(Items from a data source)

━━━━

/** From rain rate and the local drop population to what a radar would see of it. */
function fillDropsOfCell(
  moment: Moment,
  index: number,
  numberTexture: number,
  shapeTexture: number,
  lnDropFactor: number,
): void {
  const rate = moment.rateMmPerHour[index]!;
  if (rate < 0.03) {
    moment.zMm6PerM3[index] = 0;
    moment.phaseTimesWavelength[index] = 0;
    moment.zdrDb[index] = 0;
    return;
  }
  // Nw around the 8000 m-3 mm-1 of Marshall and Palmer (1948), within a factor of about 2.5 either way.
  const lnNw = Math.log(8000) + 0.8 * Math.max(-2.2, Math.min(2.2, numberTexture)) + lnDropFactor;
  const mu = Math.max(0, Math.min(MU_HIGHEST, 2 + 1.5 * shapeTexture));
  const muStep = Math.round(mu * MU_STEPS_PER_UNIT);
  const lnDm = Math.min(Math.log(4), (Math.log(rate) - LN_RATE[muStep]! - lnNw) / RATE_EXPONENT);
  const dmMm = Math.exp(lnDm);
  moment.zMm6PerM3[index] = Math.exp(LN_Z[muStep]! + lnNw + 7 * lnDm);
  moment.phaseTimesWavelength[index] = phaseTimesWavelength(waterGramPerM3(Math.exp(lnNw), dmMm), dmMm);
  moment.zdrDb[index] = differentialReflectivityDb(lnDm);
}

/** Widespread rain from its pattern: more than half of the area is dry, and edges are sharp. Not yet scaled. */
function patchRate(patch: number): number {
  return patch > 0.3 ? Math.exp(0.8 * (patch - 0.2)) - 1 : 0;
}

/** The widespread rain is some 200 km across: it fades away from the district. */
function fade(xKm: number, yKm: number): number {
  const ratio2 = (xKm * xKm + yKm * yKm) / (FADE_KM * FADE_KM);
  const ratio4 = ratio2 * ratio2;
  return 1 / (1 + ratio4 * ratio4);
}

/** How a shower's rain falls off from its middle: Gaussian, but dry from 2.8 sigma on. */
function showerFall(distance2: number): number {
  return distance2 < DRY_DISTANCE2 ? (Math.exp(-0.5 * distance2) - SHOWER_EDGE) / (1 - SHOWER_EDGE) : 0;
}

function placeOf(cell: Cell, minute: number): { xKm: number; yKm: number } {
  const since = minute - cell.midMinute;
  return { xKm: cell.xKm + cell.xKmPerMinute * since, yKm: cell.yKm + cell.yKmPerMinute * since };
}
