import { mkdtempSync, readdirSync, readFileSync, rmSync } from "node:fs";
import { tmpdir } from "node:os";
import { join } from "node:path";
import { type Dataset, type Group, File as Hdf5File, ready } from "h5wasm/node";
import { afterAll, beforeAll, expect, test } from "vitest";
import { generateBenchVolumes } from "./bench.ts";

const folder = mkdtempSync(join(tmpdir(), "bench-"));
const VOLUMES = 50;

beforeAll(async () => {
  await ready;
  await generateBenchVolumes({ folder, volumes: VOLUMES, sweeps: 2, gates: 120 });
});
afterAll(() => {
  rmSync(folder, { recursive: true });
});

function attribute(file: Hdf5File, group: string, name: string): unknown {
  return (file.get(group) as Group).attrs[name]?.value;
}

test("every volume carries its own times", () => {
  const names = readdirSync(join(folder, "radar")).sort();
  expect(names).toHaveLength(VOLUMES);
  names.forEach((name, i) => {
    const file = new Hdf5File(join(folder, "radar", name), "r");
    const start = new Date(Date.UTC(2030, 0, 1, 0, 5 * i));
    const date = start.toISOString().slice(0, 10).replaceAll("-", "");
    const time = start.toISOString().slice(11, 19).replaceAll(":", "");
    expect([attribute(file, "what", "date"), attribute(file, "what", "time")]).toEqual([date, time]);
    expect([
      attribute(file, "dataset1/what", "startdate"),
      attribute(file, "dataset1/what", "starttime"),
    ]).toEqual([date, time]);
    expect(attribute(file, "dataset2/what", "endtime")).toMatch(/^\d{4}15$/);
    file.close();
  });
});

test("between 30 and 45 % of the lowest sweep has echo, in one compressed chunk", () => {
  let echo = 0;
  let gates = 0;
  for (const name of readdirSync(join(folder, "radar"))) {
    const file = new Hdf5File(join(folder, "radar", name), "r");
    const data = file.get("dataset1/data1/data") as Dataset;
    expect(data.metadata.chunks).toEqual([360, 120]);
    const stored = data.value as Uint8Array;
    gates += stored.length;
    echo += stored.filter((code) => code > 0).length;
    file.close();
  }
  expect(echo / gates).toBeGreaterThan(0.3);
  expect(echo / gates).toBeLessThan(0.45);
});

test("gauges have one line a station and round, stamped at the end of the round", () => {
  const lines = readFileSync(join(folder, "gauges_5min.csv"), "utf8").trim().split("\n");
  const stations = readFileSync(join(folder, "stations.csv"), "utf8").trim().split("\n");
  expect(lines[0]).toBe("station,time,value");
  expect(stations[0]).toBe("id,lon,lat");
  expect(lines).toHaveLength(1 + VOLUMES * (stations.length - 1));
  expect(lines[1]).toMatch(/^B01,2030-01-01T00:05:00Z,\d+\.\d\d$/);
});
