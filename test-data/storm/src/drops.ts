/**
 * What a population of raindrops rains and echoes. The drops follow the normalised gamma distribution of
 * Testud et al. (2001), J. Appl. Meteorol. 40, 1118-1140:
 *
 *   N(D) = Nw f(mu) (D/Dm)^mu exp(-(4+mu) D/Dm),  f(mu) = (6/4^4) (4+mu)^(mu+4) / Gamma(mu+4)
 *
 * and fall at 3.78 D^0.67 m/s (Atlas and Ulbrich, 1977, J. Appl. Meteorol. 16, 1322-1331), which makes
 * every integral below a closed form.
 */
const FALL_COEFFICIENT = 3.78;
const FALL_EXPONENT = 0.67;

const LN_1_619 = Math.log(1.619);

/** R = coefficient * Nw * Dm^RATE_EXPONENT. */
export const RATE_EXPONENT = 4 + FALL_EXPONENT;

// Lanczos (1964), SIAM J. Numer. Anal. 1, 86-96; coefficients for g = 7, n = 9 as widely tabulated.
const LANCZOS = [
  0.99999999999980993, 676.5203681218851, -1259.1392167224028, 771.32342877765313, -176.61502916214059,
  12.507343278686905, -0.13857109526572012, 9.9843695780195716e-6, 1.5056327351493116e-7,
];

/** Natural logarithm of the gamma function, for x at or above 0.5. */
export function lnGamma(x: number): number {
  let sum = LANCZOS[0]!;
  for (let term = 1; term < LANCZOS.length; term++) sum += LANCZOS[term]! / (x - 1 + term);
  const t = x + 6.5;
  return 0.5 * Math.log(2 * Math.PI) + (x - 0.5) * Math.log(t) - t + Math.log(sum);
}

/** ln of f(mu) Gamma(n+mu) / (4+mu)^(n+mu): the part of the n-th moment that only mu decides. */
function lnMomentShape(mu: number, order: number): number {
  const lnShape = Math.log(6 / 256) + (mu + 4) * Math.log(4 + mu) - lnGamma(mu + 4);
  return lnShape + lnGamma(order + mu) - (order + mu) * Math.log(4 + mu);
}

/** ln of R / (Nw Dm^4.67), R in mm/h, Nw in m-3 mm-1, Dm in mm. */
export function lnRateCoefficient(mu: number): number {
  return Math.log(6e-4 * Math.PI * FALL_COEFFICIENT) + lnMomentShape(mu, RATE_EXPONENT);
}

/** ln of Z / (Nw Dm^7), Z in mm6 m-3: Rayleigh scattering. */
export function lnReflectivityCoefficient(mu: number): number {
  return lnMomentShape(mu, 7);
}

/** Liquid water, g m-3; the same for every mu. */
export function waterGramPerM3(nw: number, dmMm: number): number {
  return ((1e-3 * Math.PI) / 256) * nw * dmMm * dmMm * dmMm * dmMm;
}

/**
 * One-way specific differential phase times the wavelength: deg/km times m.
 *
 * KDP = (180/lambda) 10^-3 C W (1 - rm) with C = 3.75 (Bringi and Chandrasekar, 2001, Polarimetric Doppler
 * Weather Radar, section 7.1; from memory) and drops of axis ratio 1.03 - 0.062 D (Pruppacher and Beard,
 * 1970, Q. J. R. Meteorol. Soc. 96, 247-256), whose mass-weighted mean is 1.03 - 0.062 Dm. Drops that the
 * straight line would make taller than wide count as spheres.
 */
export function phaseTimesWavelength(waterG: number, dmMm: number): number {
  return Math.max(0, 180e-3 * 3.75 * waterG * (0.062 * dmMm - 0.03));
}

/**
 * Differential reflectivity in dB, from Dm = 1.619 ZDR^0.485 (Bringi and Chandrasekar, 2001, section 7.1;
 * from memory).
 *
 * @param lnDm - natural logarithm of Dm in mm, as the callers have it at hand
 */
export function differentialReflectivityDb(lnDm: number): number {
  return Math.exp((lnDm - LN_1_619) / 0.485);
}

━━━━

▶ Work to be completed:
Produce only the lines from the line containing "moment.phaseTimesWavelength[index] = 0;" through the line containing "type Dataset, type", inclusive of both, exactly as they stand in the entries above.

▶ Solution:
    moment.phaseTimesWavelength[index] = 0;
    moment.zdrDb[index] = 0;
    return;
  }
  // Nw around the 8000 m-3 mm-1 of Marshall and Palmer (1948), within a factor of about 2.5 either way.
  const lnNw = Math.log(8000) + 0.8 * Math.max(-2.2, Math.min(2.2, numberTexture)) + lnDropFactor;
  const mu = Math.max(0, Math.min(MU_HIGHEST, 2 + 1.5 * shapeTexture));
  const muStep = Math.round(mu * MU_STEPS_PER_UNIT);
  const lnDm = Math.min(Math.log(4), (Math.log(rate) - LN_RATE[muStep]! - lnNw) / RATE_EXPONENT);
  const dmMm = Math.exp(lnDm);
  moment.zMm6PerM3[index] = Math.exp(LN_Z[muStep]! + lnNw + 7 * lnDm);
  moment.phaseTimesWavelength[index] = phaseTimesWavelength(waterGramPerM3(Math.exp(lnNw), dmMm), dmMm);
  moment.zdrDb[index] = differentialReflectivityDb(lnDm);
}

/** Widespread rain from its pattern: more than half of the area is dry, and edges are sharp. Not yet scaled. */
function patchRate(patch: number): number {
  return patch > 0.3 ? Math.exp(0.8 * (patch - 0.2)) - 1 : 0;
}

/** The widespread rain is some 200 km across: it fades away from the district. */
function fade(xKm: number, yKm: number): number {
  const ratio2 = (xKm * xKm + yKm * yKm) / (FADE_KM * FADE_KM);
  const ratio4 = ratio2 * ratio2;
  return 1 / (1 + ratio4 * ratio4);
}

/** How a shower's rain falls off from its middle: Gaussian, but dry from 2.8 sigma on. */
function showerFall(distance2: number): number {
  return distance2 < DRY_DISTANCE2 ? (Math.exp(-0.5 * distance2) - SHOWER_EDGE) / (1 - SHOWER_EDGE) : 0;
}

function placeOf(cell: Cell, minute: number): { xKm: number; yKm: number } {
  const since = minute - cell.midMinute;
  return { xKm: cell.xKm + cell.xKmPerMinute * since, yKm: cell.yKm + cell.yKmPerMinute * since };
}
import { mkdtempSync, readdirSync, readFileSync, rmSync } from "node:fs";
import { tmpdir } from "node:os";
import { join } from "node:path";
import { type Dataset, type Group, File as Hdf5File, ready } from "h5wasm/node";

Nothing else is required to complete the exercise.